That's just it - the boss swears he properly removed the share using
Failover Clustering, as you're supposed to. That's why he was
confused.

Thanks, I figured it was probably in a registry key somewhere. I just
don't know if the cluster service needs to be restarted to re-read the
registry key, or if just failing to the other node will be enough.

On Tue, Jun 23, 2015 at 8:30 AM, Michael B. Smith <[email protected]> wrote:
> This is what happens when you remove physical folders, without removing the 
> shares first...
>
> This (ancient) KB article tells you what to look for and where to remove the 
> entries:
>
> https://support.microsoft.com/en-us/kb/125996
>
> -----Original Message-----
> From: [email protected] [mailto:[email protected]] 

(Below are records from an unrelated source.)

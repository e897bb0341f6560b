// The configuration file: YAML text mapped onto Plumbline's option structs and
// validated, with every problem reported as FILE:LINE:COLUMN: message.
// Loading is a pure function of its input (plus one file read); the result is a
// plain value. Thread-compatible: load once at start-up, then share read-only.
//
// Accepted form (top level is a mapping): `series` below, plus the daemon's own
// sections (listeners, shards, queue_batches, max_series, storage, inputs,
// sinks, metrics, shutdown_timeout), described with their defaults in
// config/service_options.h. Every section is optional.
//
//   series:                        # profiles; the first whose glob matches wins
//     - match: "coldstore/*/temp_c"   # glob (detectors/glob.h); absent = "**"
//       kind: gauge                # gauge | count | meter
//       seasons: [8h, 1d]          # durations; [] for none
//       gaps: skip                 # skip | zero | hold
//       warmup: 48                 # whole number of readings
//       arl0: 5000                 # number
//       shift: 1.0                 # number
//       detectors: [cusum, page-hinkley]   # any of cusum, page-hinkley, bocpd, ewma
//       agree: 1                   # whole number
//       silence_after: 30m         # duration
//       harmonics: [3, 2]          # optional: whole numbers, one per season
//       every: 1m                  # optional: duration
//       memory: 14d                # optional: duration
//       trend: true                # optional: true | false
//       lateness: 0s               # optional: duration or 0
//       agree_within: 5            # optional: whole number of readings
//       cooldown: 0                # optional: whole number of readings
//       count_chart: auto          # optional: auto | poisson | normal (kind: count)
//       adapt_thresholds: false    # optional: true | false
//
// A key that is absent takes the default in ProfileOptions (detectors/profile.h),
// except `match`, which defaults to "**" so that a profile without it governs
// every series. A missing, null or empty `series` means one catch-all profile
// ("**") with all defaults. Durations must carry a unit (15m, 1d, 365.25d; see
// detectors/time_format.h); a bare number is refused with a hint, except 0 for
// `lateness`. Quoted scalars are read like plain ones ("48" is a number).
//
// Errors are collected, not stopped at: unknown keys (with a did-you-mean
// suggestion and the list of valid keys), duplicate keys, wrong types, bad
// durations, unknown enum values (with the valid choices), invalid globs,
// out-of-range values (ProfileOptions::IsValid's rule, placed at the offending
// key, or at the profile when the key is absent), profiles that can never match
// because an earlier one already takes all their series, and YAML syntax errors
// (only the first: the YAML parser cannot go on after one).
#pragma once

#include <string>
#include <string_view>
#include <vector>

#include "config/service_options.h"
#include "detectors/profile.h"
#include "detectors/annotation.h"
#include "detectors/status.h"

namespace plumbline {

struct Config {
  // Never empty after a successful load. Order matters: MatchProfile takes the
  // first profile whose `match` glob matches.
  std::vector<ProfileOptions> series;
  // What `serve` runs: listeners, shards, state, inputs, sinks. Defaults give a
  // loopback daemon, so a config with only `series` keeps working. Later
  // sections (annotations, covariates) are added the same way.
  ServiceOptions service;
  // Planned changes and maintenance windows, in config order.
  std::vector<Annotation> annotations;
};

// One problem found in a config file.
struct ConfigError {
  std::string source;  // the file name, as the caller gave it
  int line = 0;        // 1-based; 0 when the problem has no position (unreadable file)
  int column = 0;      // 1-based
  std::string message;

  // "FILE:LINE:COLUMN: message", or "FILE: message" when line is 0.
  std::string ToString() const;
};

// Parses and validates config text. On success fills *config and returns an
// empty vector; otherwise returns every error found, in document order, and
// leaves *config unspecified. `source_name` is used in the errors only.
std::vector<ConfigError> ParseConfigText(std::string_view text,
                                         std::string_view source_name, Config* config);

// As ParseConfigText on the contents of the file at `path`; an unreadable file
// gives one error without a position.
std::vector<ConfigError> ParseConfigFile(const std::string& path, Config* config);

// Status forms of the two calls above. On failure the status is InvalidArgument
// (IoError when the file cannot be read) and its message holds every error's
// ToString(), one per line.
StatusOr<Config> LoadConfigText(std::string_view text, std::string_view source_name);
StatusOr<Config> LoadConfigFile(const std::string& path);

// Parses annotations given outside the config file (the HTTP API's POST
// body, the state directory's annotations.json): one mapping or a list of
// them, in JSON or YAML, with the keys and rules of the config's
// `annotations:` entries. One without an id gets "<kind>-<n>", n counting
// from first_number. On success fills *out and returns no error.
std::vector<ConfigError> ParseAnnotationsText(std::string_view text,
                                              std::string_view source_name,
                                              std::size_t first_number,
                                              std::vector<Annotation>* out);

// The profile that governs `series`: the first whose glob matches, or nullptr
// when none does (the caller then refuses the series). The pointer is into
// config.series and lives as long as config is unchanged.
const ProfileOptions* MatchProfile(const Config& config, std::string_view series);

// One line describing a profile, as `plumbline check` prints it, e.g.
// `coldstore/*/temp_c: gauge, seasons [8h, 1d], gaps skip, warmup 48, arl0 5000,
// shift 1, detectors [cusum, page-hinkley], agree 1, silence_after 30m`.
std::string DescribeProfile(const ProfileOptions& profile);

}  // namespace plumbline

> On Behalf Of Michael Leone
> Sent: Tuesday, June 23, 2015 8:23 AM
> To: [email protected]
> Subject: [NTSysADM] Failover Clustering Event 1588
>
> Our main file server is a Win2008 R2 cluster. This morning, I had to move the 
> resource with most of the shares to the other node (we are rebuilding the 
> cluster as a multisite Win2012 cluster). Anyway, I failover to the other 
> node, and get 3 errors. Event ID 1588, resource failed to create file share 
> "xxx".
>
> Here's the thing - we have no shares defined with any of those 3 names. We 
> may have had some in the past, but now, no share exists with that name; I 
> don't see it in Failover Cluster Manager anywhere, nor in Share and Storage 
> Management.
>
> So I'm not sure where Windows is getting the name from. The shares were 
> removed (apparently), and that's correct, we don't need them anymore. So I 
> don't want Windows to try and bring them online anymore.
> But where can I find out where the definition still exists, if I don't see it 
> in Failover Cluster or Shares and Storage Management?